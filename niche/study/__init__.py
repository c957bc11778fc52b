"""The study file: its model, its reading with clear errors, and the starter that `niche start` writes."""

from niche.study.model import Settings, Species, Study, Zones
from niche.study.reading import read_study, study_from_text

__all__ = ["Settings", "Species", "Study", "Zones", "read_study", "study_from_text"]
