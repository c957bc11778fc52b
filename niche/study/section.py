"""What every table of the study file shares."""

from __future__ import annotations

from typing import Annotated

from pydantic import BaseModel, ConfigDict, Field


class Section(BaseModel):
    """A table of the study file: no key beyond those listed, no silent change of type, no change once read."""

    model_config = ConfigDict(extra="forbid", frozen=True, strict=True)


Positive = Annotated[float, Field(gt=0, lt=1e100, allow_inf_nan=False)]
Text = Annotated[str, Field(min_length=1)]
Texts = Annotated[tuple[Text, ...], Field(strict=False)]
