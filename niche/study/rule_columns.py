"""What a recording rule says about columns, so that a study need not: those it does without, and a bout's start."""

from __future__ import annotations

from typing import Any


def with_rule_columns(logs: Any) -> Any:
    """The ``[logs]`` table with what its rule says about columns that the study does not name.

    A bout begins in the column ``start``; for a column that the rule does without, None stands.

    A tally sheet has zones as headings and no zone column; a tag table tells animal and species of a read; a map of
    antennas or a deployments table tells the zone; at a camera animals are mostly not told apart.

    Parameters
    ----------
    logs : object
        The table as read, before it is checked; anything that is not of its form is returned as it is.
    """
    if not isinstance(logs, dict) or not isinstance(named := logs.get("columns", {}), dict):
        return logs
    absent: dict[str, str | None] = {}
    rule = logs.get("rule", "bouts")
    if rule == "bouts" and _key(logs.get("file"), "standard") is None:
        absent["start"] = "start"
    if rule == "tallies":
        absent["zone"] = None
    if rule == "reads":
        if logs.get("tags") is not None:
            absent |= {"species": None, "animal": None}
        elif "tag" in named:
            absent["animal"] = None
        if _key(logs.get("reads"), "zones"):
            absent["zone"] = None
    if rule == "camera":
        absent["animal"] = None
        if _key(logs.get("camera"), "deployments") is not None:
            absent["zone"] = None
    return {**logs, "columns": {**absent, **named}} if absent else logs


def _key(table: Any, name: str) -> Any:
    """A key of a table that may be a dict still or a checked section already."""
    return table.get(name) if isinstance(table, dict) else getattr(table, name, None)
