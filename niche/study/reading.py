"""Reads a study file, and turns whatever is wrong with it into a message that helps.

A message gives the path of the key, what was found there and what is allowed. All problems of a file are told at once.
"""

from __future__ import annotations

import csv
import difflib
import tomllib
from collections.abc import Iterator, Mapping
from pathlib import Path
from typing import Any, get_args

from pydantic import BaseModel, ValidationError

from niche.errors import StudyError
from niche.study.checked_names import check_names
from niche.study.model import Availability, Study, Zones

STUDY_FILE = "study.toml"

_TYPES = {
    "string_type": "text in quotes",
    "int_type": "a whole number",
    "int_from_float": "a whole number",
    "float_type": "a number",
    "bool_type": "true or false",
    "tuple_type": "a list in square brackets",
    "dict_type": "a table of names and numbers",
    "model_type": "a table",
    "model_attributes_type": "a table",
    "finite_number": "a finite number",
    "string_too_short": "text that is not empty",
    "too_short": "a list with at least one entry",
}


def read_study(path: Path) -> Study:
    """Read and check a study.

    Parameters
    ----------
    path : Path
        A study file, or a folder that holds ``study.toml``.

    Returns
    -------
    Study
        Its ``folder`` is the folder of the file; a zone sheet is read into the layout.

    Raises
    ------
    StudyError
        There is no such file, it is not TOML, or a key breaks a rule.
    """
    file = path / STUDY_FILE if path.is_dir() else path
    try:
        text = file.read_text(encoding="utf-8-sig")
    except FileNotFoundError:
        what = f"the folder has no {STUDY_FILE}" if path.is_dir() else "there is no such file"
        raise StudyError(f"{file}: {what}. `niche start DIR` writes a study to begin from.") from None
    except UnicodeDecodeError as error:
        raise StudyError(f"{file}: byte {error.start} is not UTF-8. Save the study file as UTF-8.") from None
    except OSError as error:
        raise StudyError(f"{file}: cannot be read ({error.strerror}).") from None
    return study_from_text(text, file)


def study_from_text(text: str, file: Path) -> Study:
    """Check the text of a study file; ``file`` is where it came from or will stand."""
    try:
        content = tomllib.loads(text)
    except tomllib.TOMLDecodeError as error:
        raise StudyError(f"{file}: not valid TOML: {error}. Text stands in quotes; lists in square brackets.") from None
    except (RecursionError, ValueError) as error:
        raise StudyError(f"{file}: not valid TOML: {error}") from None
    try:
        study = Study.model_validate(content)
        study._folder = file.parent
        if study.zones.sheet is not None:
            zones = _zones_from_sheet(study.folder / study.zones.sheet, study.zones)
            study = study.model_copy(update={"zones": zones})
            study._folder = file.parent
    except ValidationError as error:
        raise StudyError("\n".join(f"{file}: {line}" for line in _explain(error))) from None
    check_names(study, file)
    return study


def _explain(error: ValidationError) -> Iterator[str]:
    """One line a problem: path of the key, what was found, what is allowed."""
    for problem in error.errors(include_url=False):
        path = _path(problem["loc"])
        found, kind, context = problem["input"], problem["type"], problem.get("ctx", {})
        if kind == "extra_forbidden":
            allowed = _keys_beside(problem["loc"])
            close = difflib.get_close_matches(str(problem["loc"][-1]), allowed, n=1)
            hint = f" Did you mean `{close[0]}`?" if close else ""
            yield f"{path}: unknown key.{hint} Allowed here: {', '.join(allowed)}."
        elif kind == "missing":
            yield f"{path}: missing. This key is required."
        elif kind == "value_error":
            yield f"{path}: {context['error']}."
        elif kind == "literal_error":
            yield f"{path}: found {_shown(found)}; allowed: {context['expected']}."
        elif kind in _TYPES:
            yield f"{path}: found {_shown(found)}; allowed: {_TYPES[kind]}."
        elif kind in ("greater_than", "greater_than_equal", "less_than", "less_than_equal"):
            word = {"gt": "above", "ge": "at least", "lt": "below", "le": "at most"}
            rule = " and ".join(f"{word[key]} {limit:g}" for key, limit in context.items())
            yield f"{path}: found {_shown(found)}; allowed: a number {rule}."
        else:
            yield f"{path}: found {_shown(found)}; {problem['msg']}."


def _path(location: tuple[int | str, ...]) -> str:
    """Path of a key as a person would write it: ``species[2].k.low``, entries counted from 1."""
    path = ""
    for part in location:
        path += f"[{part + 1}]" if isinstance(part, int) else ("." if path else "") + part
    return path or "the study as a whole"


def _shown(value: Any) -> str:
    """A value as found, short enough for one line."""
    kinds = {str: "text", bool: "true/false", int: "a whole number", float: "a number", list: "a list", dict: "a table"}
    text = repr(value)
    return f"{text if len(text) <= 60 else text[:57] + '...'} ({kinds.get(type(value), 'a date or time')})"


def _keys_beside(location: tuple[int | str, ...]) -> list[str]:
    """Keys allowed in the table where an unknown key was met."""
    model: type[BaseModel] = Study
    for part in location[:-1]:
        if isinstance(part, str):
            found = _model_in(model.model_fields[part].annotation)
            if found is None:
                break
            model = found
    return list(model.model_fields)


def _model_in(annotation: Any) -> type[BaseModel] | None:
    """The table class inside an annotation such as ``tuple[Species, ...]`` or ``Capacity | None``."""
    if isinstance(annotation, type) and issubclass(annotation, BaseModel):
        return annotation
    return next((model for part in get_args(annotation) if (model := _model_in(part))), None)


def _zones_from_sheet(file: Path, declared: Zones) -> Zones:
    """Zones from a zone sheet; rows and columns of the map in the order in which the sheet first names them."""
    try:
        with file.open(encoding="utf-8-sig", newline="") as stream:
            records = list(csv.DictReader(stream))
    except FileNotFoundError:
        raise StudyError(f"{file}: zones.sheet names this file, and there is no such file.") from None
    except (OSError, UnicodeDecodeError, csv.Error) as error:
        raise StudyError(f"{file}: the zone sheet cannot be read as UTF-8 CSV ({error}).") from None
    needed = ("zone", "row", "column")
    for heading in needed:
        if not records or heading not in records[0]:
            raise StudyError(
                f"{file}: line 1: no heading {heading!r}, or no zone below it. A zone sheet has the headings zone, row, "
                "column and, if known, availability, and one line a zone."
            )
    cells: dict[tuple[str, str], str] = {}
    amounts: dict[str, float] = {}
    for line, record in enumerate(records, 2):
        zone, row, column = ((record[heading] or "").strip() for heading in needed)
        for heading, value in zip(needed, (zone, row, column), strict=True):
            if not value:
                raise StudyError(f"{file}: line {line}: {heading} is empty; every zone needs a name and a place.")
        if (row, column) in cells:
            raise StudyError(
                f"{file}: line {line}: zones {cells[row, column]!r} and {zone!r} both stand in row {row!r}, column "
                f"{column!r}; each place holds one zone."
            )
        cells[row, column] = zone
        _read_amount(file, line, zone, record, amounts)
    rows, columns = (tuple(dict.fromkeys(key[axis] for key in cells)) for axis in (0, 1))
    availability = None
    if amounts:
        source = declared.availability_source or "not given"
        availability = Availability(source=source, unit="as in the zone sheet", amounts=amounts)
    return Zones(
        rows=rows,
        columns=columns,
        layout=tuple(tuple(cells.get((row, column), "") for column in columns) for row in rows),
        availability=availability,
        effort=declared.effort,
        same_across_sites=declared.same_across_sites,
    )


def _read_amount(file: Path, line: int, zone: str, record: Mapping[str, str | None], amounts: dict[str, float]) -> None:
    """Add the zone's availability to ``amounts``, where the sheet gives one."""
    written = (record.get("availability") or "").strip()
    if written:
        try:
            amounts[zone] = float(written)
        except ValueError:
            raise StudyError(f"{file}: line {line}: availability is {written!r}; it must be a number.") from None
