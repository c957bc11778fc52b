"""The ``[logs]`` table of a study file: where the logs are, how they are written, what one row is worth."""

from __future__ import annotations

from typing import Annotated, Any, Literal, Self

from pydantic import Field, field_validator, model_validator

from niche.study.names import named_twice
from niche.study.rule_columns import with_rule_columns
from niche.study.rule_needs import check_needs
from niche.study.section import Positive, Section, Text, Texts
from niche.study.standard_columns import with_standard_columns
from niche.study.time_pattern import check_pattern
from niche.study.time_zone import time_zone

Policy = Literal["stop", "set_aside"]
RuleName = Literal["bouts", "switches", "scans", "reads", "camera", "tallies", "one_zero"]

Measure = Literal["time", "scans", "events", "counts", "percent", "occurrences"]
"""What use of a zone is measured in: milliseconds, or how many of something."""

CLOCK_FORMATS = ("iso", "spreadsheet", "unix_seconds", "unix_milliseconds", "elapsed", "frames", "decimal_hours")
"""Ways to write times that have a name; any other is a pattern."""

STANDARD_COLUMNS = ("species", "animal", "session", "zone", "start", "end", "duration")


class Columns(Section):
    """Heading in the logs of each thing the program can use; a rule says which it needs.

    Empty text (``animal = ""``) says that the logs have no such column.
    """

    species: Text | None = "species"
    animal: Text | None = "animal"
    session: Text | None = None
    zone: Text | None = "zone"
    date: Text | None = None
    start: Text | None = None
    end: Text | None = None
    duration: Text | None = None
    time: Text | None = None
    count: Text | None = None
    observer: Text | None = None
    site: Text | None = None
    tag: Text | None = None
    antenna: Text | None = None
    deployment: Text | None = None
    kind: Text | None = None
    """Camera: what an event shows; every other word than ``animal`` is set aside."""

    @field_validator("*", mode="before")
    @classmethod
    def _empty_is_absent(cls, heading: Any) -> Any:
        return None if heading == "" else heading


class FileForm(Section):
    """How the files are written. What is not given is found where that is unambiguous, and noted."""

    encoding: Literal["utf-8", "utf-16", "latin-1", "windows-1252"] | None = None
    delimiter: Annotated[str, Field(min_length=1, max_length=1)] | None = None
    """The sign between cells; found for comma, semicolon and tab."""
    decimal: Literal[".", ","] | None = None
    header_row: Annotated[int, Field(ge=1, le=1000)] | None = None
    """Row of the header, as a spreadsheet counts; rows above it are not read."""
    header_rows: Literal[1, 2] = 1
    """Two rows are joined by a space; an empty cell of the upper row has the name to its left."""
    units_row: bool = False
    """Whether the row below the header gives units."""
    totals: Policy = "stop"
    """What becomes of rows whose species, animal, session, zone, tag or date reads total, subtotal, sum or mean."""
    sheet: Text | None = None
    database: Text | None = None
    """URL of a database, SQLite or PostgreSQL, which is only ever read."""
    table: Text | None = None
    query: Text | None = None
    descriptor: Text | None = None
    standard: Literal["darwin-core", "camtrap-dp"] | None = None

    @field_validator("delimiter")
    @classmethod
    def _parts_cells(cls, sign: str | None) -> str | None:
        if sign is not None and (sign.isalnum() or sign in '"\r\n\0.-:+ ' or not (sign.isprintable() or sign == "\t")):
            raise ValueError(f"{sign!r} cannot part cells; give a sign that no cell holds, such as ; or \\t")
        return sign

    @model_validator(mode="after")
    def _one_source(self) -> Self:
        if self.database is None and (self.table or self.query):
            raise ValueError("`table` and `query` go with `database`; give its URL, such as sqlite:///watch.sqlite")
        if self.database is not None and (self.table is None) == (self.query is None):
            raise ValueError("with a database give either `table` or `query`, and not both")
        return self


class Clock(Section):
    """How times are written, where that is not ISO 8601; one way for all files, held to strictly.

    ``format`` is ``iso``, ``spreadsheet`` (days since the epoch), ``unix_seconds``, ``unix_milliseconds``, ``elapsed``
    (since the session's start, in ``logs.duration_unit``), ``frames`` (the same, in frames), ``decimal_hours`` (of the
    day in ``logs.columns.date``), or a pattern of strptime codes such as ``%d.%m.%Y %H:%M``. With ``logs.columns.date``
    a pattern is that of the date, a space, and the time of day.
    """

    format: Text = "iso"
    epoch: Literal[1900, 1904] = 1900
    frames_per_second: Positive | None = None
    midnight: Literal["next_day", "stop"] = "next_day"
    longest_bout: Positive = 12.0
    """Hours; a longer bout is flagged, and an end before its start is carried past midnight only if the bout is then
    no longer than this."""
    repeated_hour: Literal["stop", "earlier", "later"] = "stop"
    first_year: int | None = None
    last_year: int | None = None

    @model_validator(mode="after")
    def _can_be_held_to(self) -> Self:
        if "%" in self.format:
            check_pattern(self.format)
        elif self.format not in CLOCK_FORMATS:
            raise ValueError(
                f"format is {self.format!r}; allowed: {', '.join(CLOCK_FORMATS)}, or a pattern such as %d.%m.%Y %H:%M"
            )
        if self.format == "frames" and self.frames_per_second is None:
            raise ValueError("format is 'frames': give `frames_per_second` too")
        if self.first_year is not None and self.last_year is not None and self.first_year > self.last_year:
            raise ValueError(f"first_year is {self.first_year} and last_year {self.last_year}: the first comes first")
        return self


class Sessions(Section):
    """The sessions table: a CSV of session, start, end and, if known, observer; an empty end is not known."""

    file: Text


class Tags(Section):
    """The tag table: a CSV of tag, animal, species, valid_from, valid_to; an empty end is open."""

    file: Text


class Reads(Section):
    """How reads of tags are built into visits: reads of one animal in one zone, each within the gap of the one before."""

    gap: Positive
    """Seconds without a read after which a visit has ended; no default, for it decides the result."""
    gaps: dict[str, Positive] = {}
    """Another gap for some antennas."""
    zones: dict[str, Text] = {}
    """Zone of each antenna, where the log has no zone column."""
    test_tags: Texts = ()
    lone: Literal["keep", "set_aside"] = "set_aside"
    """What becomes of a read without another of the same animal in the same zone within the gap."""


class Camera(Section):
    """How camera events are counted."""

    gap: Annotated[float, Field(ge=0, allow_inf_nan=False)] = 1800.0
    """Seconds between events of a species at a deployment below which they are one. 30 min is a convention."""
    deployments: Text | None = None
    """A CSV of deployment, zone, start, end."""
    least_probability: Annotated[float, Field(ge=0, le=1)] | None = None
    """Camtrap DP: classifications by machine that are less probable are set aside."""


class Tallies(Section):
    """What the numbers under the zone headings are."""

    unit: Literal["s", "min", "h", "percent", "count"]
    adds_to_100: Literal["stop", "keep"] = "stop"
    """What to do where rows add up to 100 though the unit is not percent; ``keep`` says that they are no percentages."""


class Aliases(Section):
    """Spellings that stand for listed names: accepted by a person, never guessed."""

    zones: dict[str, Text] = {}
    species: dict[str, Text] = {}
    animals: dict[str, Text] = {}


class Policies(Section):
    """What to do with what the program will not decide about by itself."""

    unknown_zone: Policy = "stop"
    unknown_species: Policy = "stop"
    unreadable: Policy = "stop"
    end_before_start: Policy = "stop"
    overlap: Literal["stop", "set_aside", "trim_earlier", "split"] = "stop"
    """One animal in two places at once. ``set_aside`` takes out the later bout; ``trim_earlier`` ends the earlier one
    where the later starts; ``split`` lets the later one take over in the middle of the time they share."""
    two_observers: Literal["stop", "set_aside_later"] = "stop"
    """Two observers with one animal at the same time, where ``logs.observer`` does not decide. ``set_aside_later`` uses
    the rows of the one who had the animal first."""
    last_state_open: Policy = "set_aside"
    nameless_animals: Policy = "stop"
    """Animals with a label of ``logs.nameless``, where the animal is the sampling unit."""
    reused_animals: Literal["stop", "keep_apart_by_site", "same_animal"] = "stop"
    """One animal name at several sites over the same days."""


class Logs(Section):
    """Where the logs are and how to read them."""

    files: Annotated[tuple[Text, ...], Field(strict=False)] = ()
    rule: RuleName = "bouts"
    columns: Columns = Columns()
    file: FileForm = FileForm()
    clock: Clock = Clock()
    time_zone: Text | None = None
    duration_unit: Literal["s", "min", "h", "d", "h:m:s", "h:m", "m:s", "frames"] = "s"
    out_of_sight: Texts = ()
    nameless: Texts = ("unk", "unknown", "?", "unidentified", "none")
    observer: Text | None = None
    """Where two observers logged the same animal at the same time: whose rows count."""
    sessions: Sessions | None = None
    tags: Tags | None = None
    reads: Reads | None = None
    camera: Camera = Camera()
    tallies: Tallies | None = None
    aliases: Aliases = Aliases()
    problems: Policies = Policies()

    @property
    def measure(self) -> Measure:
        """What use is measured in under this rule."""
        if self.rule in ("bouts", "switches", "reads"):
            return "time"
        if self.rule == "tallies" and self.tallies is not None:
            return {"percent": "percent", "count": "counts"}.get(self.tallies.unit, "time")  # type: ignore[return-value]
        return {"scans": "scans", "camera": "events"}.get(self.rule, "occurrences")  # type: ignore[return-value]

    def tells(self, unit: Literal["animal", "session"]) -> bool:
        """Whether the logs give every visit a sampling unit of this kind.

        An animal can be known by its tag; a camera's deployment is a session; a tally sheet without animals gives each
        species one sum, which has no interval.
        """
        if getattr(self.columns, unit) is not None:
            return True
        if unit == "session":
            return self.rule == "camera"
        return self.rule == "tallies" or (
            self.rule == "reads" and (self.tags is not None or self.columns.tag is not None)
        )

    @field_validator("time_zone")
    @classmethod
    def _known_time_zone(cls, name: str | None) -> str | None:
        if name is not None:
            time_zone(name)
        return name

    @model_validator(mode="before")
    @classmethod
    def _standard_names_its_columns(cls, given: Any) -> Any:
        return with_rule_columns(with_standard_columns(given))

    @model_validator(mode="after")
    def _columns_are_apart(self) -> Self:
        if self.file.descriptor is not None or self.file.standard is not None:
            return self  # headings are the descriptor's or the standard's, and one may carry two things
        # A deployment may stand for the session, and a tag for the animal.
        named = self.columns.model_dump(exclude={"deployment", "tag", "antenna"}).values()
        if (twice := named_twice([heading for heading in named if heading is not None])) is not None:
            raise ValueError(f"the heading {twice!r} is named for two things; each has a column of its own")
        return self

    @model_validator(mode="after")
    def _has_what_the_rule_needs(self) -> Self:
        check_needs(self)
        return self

#####

TASK STATEMENT » In the listing above, find the lines holding the word "content" and copy them.

EXERCISE RESULT »
        content = tomllib.loads(text)
        study = Study.model_validate(content)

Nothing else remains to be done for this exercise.